** Opening Data to process block **

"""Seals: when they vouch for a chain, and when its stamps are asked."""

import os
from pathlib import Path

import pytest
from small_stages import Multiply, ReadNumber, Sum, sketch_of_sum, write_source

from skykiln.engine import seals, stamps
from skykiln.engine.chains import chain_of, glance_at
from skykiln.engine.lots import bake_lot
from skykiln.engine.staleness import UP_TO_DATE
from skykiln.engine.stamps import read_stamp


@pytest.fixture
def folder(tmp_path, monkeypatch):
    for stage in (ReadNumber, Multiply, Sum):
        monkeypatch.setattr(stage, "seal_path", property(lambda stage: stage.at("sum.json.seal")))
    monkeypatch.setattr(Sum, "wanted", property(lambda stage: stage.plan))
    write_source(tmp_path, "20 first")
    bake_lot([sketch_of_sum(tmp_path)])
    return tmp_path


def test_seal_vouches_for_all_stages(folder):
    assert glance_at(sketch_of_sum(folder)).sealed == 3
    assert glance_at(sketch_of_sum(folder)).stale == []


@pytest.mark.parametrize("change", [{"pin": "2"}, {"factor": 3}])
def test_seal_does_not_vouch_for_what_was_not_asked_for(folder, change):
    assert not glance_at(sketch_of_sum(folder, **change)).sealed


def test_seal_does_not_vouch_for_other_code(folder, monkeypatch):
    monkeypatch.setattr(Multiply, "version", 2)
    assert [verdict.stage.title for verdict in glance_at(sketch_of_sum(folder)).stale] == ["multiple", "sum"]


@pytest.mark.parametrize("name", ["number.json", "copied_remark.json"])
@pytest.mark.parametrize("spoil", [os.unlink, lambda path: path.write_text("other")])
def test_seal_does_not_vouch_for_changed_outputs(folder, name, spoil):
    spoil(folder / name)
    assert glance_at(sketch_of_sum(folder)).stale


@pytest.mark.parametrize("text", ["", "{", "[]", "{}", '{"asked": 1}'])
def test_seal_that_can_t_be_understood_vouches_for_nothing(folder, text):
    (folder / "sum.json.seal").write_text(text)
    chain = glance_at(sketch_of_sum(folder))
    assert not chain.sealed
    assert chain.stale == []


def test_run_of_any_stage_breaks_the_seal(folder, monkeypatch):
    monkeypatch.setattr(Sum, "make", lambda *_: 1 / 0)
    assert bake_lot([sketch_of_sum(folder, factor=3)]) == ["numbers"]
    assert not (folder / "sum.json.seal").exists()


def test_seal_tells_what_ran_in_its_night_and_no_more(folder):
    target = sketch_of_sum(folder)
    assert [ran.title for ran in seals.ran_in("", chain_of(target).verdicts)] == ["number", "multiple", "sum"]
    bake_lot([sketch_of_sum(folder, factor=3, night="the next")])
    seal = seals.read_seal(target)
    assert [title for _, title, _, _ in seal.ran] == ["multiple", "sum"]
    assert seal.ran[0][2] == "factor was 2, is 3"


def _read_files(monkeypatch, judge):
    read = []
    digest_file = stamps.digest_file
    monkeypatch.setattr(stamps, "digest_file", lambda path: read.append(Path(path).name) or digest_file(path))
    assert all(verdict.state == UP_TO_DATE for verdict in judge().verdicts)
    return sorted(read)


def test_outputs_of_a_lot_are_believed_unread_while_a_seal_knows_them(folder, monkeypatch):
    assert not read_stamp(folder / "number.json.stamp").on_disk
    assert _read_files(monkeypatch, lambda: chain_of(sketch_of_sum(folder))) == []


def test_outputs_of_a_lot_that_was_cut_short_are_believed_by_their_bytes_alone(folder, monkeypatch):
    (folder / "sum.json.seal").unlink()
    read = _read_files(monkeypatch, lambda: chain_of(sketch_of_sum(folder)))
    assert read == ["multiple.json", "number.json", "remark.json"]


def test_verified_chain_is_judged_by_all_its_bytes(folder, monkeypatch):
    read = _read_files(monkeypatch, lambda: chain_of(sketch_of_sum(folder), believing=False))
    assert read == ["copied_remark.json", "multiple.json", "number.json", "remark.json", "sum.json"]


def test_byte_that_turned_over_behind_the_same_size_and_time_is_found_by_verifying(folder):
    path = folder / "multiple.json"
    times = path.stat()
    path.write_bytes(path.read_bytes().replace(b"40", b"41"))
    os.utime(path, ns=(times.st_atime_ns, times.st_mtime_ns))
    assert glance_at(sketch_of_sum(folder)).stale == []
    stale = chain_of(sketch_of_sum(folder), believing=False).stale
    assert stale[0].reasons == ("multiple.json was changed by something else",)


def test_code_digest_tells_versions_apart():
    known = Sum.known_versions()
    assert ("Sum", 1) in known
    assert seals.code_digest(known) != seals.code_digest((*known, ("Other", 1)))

** Closing Data to process block **
** Opening Data to process block **

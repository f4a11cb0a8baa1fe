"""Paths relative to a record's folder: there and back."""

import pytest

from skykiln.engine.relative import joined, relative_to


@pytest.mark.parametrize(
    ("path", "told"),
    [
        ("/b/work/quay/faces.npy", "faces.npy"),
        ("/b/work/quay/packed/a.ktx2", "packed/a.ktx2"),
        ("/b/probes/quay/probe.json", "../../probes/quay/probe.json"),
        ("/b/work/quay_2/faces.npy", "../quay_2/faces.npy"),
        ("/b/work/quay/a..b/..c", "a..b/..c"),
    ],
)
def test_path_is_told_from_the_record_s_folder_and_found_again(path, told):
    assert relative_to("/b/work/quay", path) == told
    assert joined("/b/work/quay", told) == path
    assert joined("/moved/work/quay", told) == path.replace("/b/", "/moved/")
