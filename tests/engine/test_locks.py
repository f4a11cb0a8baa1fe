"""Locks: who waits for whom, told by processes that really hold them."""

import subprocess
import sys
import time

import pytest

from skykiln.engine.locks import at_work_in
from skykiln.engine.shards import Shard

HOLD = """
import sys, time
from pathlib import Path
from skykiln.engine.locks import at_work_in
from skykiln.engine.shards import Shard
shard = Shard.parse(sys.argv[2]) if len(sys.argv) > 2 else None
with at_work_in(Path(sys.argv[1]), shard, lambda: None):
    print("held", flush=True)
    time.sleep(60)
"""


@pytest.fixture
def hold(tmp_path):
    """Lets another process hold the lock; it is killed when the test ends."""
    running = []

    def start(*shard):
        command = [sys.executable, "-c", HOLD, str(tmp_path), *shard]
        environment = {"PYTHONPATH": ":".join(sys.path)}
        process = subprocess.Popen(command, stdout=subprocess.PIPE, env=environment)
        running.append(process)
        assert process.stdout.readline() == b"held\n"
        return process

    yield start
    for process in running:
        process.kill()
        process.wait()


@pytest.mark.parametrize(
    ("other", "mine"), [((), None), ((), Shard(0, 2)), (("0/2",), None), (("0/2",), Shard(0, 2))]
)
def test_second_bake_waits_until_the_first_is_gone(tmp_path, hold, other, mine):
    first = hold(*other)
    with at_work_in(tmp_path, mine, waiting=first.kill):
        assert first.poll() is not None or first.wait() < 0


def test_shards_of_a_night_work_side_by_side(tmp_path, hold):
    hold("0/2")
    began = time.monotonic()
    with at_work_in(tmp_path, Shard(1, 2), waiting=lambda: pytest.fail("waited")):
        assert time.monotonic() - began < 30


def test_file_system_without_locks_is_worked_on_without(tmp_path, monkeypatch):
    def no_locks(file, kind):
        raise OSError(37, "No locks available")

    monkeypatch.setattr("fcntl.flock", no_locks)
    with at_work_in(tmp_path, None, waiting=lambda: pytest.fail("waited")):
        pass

** Closing Data to process block **
** Opening Data to process block **

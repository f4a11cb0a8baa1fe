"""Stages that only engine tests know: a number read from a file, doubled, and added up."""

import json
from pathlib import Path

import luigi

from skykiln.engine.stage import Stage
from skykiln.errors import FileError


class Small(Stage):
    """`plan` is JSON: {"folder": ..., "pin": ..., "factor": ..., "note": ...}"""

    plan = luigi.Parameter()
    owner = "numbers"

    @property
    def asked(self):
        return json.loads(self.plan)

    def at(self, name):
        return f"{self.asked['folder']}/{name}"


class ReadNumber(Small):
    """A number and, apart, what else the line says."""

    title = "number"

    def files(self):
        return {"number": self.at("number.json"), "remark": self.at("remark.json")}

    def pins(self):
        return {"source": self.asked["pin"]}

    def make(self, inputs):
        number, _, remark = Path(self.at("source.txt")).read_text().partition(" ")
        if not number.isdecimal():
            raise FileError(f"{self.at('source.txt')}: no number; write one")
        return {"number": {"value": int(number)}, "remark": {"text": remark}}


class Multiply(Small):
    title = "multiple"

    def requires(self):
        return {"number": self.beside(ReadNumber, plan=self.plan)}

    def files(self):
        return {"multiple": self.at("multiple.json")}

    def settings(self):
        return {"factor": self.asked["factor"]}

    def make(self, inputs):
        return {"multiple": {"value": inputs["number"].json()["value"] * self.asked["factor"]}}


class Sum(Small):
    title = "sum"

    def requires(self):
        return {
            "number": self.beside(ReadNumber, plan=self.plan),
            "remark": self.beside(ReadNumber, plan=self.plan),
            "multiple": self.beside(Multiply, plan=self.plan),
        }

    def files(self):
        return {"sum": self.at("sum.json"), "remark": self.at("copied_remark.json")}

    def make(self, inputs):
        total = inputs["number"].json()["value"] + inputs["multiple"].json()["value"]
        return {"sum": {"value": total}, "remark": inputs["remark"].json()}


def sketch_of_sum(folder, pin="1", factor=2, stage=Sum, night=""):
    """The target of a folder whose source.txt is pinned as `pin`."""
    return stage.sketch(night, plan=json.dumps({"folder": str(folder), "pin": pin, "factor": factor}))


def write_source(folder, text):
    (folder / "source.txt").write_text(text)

** Closing Data to process block **

Give back, word for word, only the lines above from the line holding "when they vouch" to the line holding "assert bake_lot([sketch_of_sum(folder, factor=3)])", both included.

▶ [Written solution]
"""Seals: when they vouch for a chain, and when its stamps are asked."""

import os
from pathlib import Path

import pytest
from small_stages import Multiply, ReadNumber, Sum, sketch_of_sum, write_source

from skykiln.engine import seals, stamps
from skykiln.engine.chains import chain_of, glance_at
from skykiln.engine.lots import bake_lot
from skykiln.engine.staleness import UP_TO_DATE
from skykiln.engine.stamps import read_stamp


@pytest.fixture
def folder(tmp_path, monkeypatch):
    for stage in (ReadNumber, Multiply, Sum):
        monkeypatch.setattr(stage, "seal_path", property(lambda stage: stage.at("sum.json.seal")))
    monkeypatch.setattr(Sum, "wanted", property(lambda stage: stage.plan))
    write_source(tmp_path, "20 first")
    bake_lot([sketch_of_sum(tmp_path)])
    return tmp_path


def test_seal_vouches_for_all_stages(folder):
    assert glance_at(sketch_of_sum(folder)).sealed == 3
    assert glance_at(sketch_of_sum(folder)).stale == []


@pytest.mark.parametrize("change", [{"pin": "2"}, {"factor": 3}])
def test_seal_does_not_vouch_for_what_was_not_asked_for(folder, change):
    assert not glance_at(sketch_of_sum(folder, **change)).sealed


def test_seal_does_not_vouch_for_other_code(folder, monkeypatch):
    monkeypatch.setattr(Multiply, "version", 2)
    assert [verdict.stage.title for verdict in glance_at(sketch_of_sum(folder)).stale] == ["multiple", "sum"]


@pytest.mark.parametrize("name", ["number.json", "copied_remark.json"])
@pytest.mark.parametrize("spoil", [os.unlink, lambda path: path.write_text("other")])
def test_seal_does_not_vouch_for_changed_outputs(folder, name, spoil):
    spoil(folder / name)
    assert glance_at(sketch_of_sum(folder)).stale


@pytest.mark.parametrize("text", ["", "{", "[]", "{}", '{"asked": 1}'])
def test_seal_that_can_t_be_understood_vouches_for_nothing(folder, text):
    (folder / "sum.json.seal").write_text(text)
    chain = glance_at(sketch_of_sum(folder))
    assert not chain.sealed
    assert chain.stale == []


def test_run_of_any_stage_breaks_the_seal(folder, monkeypatch):
    monkeypatch.setattr(Sum, "make", lambda *_: 1 / 0)
    assert bake_lot([sketch_of_sum(folder, factor=3)]) == ["numbers"]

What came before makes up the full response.